6.2 Function fundamentals

To understand functions in R you need to internalise two important ideas:

  • Functions can be broken down into three components: arguments, body, and environment.

There are exceptions to every rule, and in this case, there is a small selection of “primitive” base functions that are implemented purely in C.

  • Functions are objects, just as vectors are objects.

6.2.1 Function components

A function has three parts:

  • The formals(), the list of arguments that control how you call the function.

  • The body(), the code inside the function.

  • The environment(), the data structure that determines how the function finds the values associated with the names.

While the formals and body are specified explicitly when you create a function, the environment is specified implicitly, based on where you defined the function. The function environment always exists, but it is only printed when the function isn’t defined in the global environment.

f02 <- function(x, y) {
  # A comment
  x + y
}

formals(f02)
#> $x
#> 
#> 
#> $y

body(f02)
#> {
#>     x + y
#> }

environment(f02)
#> <environment: R_GlobalEnv>

I’ll draw functions as in the following diagram. The black dot on the left is the environment. The two blocks to the right are the function arguments. I won’t draw the body, because it’s usually large, and doesn’t help you understand the shape of the function.

Like all objects in R, functions can also possess any number of additional attributes(). One attribute used by base R is srcref, short for source reference. It points to the source code used to create the function. The srcref is used for printing because, unlike body(), it contains code comments and other formatting.

attr(f02, "srcref")
#> function(x, y) {
#>   # A comment
#>   x + y
#> }

6.2.2 Primitive functions

There is one exception to the rule that a function has three components. Primitive functions, like sum() and [, call C code directly.

sum
#> function (..., na.rm = FALSE)  .Primitive("sum")
`[`
#> .Primitive("[")

They have either type builtin or type special.

typeof(sum)
#> [1] "builtin"
typeof(`[`)
#> [1] "special"

These functions exist primarily in C, not R, so their formals(), body(), and environment() are all NULL:

formals(sum)
#> NULL
body(sum)
#> NULL
environment(sum)
#> NULL

Primitive functions are only found in the base package. While they have certain performance advantages, this benefit comes at a price: they are harder to write. For this reason, R-core generally avoids creating them unless there is no other option.

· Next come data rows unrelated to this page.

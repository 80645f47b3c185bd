import { notFound } from '../errors';
import { CompiledEdition } from './compiled-edition';
import type { EditionsStore } from './editions-store';

const mostKept = 200;

/** Editions ready for answering, the least recently used dropped first. An edition never changes, so none goes stale. */
export class CompiledEditions {
  private readonly kept = new Map<string, CompiledEdition>();

  constructor(private readonly editions: EditionsStore) {}

  async get(id: string): Promise<CompiledEdition> {
    const known = this.kept.get(id);
    if (known) {
      this.kept.delete(id);
      this.kept.set(id, known);
      return known;
    }
    const content = await this.editions.content(id);
    if (!content) throw notFound('edition');
    return this.keep(id, new CompiledEdition(content));
  }

  private keep(id: string, edition: CompiledEdition): CompiledEdition {
    this.kept.set(id, edition);
    const [oldest] = this.kept.keys();
    if (this.kept.size > mostKept && oldest !== undefined) this.kept.delete(oldest);
    return edition;
  }
}
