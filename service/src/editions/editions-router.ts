import type { components, operations } from '../../../openapi/types/desk';
import type { ContractRoutes } from '../http/contract-routes';
import { pageOf } from '../http/page';
import type { SignedInPerson } from '../people/person';
import { personOf } from '../people/session-passport';
import type { EditionReview } from './edition-review';
import type { EditionsService } from './editions-service';

export interface EditionsRouterParts {
  readonly editions: EditionsService;
  readonly review: EditionReview;
}

export function mountEditions(routes: ContractRoutes<operations>, { editions, review }: EditionsRouterParts): void {
  const after = async (
    person: SignedInPerson,
    id: string,
    step: Promise<void>,
  ): Promise<components['schemas']['Edition']> => {
    await step;
    return editions.read(person, id);
  };
  routes.answer('listEditions', ({ path, query }) => editions.list(path.slug, pageOf(query)));
  routes.answer('createEdition', ({ path, body, request }) => editions.drawUp(personOf(request), path.slug, body));
  routes.answer('readEdition', ({ path, request }) => editions.read(personOf(request), path.id));
  routes.answer('tryCase', ({ path, body }) => editions.tryCase(path.id, body.inputs));
  routes.answer('submitEdition', ({ path, request }) => {
    const person = personOf(request);
    return after(person, path.id, review.submit(person, path.id));
  });
  routes.answer('putEditionInForce', ({ path, request }) => {
    const person = personOf(request);
    return after(person, path.id, review.putInForce(person, path.id));
  });
  routes.answer('sendEditionBack', ({ path, body, request }) => {
    const person = personOf(request);
    return after(person, path.id, review.sendBack(person, path.id, body.note));
  });
  routes.answer('withdrawEdition', ({ path, body, request }) => {
    const person = personOf(request);
    return after(person, path.id, review.withdraw(person, path.id, body));
  });
}
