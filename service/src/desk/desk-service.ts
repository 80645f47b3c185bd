import type { components } from '../../../openapi/types/desk';
import type { Clock } from '../clock';
import { toEditionSummary } from '../editions/edition-summary';
import type { EditionsStore } from '../editions/editions-store';
import type { JournalService } from '../journal/journal-service';
import type { SignedInPerson } from '../people/person';
import type { Settings } from '../settings/settings';
import type { DeskStore } from './desk-store';

type DeskOverview = components['schemas']['DeskOverview'];

const recentCount = 10;
const dayMs = 24 * 60 * 60 * 1000;

export interface DeskServiceParts {
  readonly desk: DeskStore;
  readonly editions: EditionsStore;
  readonly journal: JournalService;
  readonly settings: Settings;
  readonly clock: Clock;
}

export class DeskService {
  constructor(private readonly parts: DeskServiceParts) {}

  async read(person: SignedInPerson): Promise<DeskOverview> {
    const { desk, editions, settings } = this.parts;
    const { deskName } = await settings.read();
    return {
      deskName,
      underReview: (await editions.listInState('under-review')).map(toEditionSummary),
      inForce: (await editions.listInState('in-force')).map(toEditionSummary),
      fitsUnderWay: await desk.fitsUnderWay(),
      estimatesToday: await desk.estimatesSince(this.startOfDay(0)),
      estimatesLast30Days: await desk.estimatesSince(this.startOfDay(29)),
      recent: await this.recent(person),
    };
  }

  /** Who was invited and which key was revoked is for administrators; the others see the desk's own work. */
  private async recent(person: SignedInPerson): Promise<DeskOverview['recent']> {
    const { journal } = this.parts;
    return person.roles.includes('administrator') ? journal.newest(recentCount) : journal.newestOfDeskWork(recentCount);
  }

  /** Midnight UTC of today or of a day before: 30 days are today and the 29 before it. */
  private startOfDay(daysBefore: number): string {
    const now = this.parts.clock.now().getTime();
    return new Date(now - (now % dayMs) - daysBefore * dayMs).toISOString();
  }
}
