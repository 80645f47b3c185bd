import type { components } from '../../../openapi/types/desk';
import type { EditionRecord, PersonName } from './editions-store';

type EditionSummary = components['schemas']['EditionSummary'];

const copied = (person: PersonName | null): { id: string; name: string } | null => (person ? { ...person } : null);

export function toEditionSummary(edition: EditionRecord): EditionSummary {
  const { id, number, slug, estimatorName, unit, state, changeNote, fitId, method, rmse, recordCount, inputCount } =
    edition;
  const { createdAt, submittedAt, inForceAt, endedAt } = edition;
  return {
    ...{
      id,
      number,
      estimator: slug,
      estimatorName,
      unit,
      state,
      changeNote,
      fitId,
      method,
      rmse,
      recordCount,
      inputCount,
    },
    ...{ createdAt, submittedAt, inForceAt, endedAt },
    createdBy: { ...edition.createdBy },
    submittedBy: copied(edition.submittedBy),
    inForceBy: copied(edition.inForceBy),
  };
}
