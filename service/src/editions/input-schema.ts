import type { Formula, FormulaInput } from '../regression/formula/formula';

/** What the analyst wrote about an input for the form. */
export interface InputWords {
  readonly column: string;
  readonly label?: string;
  readonly help?: string;
}

export type InputSchema = Readonly<Record<string, unknown>>;

const longestLevel = 200;
const dayMs = 86_400_000;

/**
 * The inputs of a formula as JSON Schema 2020-12, with our own keywords: `x-unit`, `x-range` (recorded least and greatest;
 * days as ISO 8601), `x-typical`, `x-help`, `x-order` (from 1). An input whose gaps may be filled is not required and may be null.
 */
export function inputSchemaOf(formula: Formula, words: readonly InputWords[]): InputSchema {
  const wordsOf = new Map(words.map((entry) => [entry.column, entry]));
  return {
    $schema: 'https://json-schema.org/draft/2020-12/schema',
    type: 'object',
    properties: Object.fromEntries(
      formula.inputs.map((input, at) => [input.name, propertyOf(input, at + 1, wordsOf.get(input.name))]),
    ),
    required: formula.inputs.filter((input) => input.missing === 'refuse').map((input) => input.name),
    additionalProperties: false,
  };
}

function propertyOf(input: FormulaInput, order: number, words: InputWords | undefined): InputSchema {
  return {
    ...valueRule(input),
    title: words?.label || input.name,
    ...(input.unit !== null && { 'x-unit': input.unit }),
    ...(input.range !== null && { 'x-range': [shown(input, input.range.min), shown(input, input.range.max)] }),
    'x-typical': typeof input.typical === 'number' ? shown(input, input.typical) : input.typical,
    ...(words?.help && { 'x-help': words.help }),
    'x-order': order,
  };
}

function valueRule(input: FormulaInput): InputSchema {
  const mayBeMissing = input.missing !== 'refuse';
  const type = (name: string): InputSchema => ({ type: mayBeMissing ? [name, 'null'] : name });
  if (input.kind === 'date') return { ...type('string'), format: 'date' };
  if (input.kind === 'category') return levelRule(input, mayBeMissing);
  if (input.transform === 'log') return { ...type('number'), exclusiveMinimum: 0 };
  return input.transform === 'square-root' ? { ...type('number'), minimum: 0 } : type('number');
}

function levelRule(input: FormulaInput, mayBeMissing: boolean): InputSchema {
  const levels = (input.levels ?? []).map(({ level }) => level);
  const known = { type: mayBeMissing ? ['string', 'null'] : 'string', enum: mayBeMissing ? [...levels, null] : levels };
  if (input.unseenLevel === 'refuse') return known;
  return { anyOf: [known, { type: 'string', minLength: 1, maxLength: longestLevel }] };
}

const shown = (input: FormulaInput, value: number): number | string =>
  input.kind === 'date' ? new Date(Math.floor(value) * dayMs).toISOString().slice(0, 10) : value;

6.2.3 First-class functions

It’s very important to understand that R functions are objects in their own right, a language property often called “first-class functions”. Unlike in many other languages, there is no special syntax for defining and naming a function: you simply create a function object (with function) and bind it to a name with <-:

f01 <- function(x) {
  sin(1 / x ^ 2)
}

While you almost always create a function and then bind it to a name, the binding step is not compulsory. If you choose not to give a function a name, you get an anonymous function. This is useful when it’s not worth the effort to figure out a name:

lapply(mtcars, function(x) length(unique(x)))
Filter(function(x) !is.numeric(x), mtcars)
integrate(function(x) sin(x) ^ 2, 0, pi)

A final option is to put functions in a list:

funs <- list(
  half = function(x) x / 2,
  double = function(x) x * 2
)

funs$double(10)
#> [1] 20

In R, you’ll often see functions called closures. This name reflects the fact that R functions capture, or enclose, their environments, which you’ll learn more about in Section 7.4.2.

6.2.4 Invoking a function

You normally call a function by placing its arguments, wrapped in parentheses, after its name: mean(1:10, na.rm = TRUE). But what happens if you have the arguments already in a data structure?

args <- list(1:10, na.rm = TRUE)

You can instead use do.call(): it has two arguments. The function to call, and a list containing the function arguments:

do.call(mean, args)
#> [1] 5.5

We’ll come back to this idea in Section 19.6.

6.2.5 Exercises

  1. Given a name, like "mean", match.fun() lets you find a function. Given a function, can you find its name? Why doesn’t that make sense in R?

  2. It’s possible (although typically not useful) to call an anonymous function. Which of the two approaches below is correct? Why?

    function(x) 3()
    #> function(x) 3()
    (function(x) 3)()
    #> [1] 3
  3. A good rule of thumb is that an anonymous function should fit on one line and shouldn’t need to use {}. Review your code. Where could you have used an anonymous function instead of a named function? Where should you have used a named function instead of an anonymous function?

  4. What function allows you to tell if an object is a function? What function allows you to tell if a function is a primitive function?

  5. This code makes a list of all functions in the base package.

    objs <- mget(ls("package:base", all = TRUE), inherits = TRUE)
    funs <- Filter(is.function, objs)

    Use it to answer the following questions:

    1. Which base function has the most arguments?

    2. How many base functions have no arguments? What’s special about those functions?

    3. How could you adapt the code to find all primitive functions?

  6. What are the three important components of a function?

  7. When does printing a function not show the environment it was created in?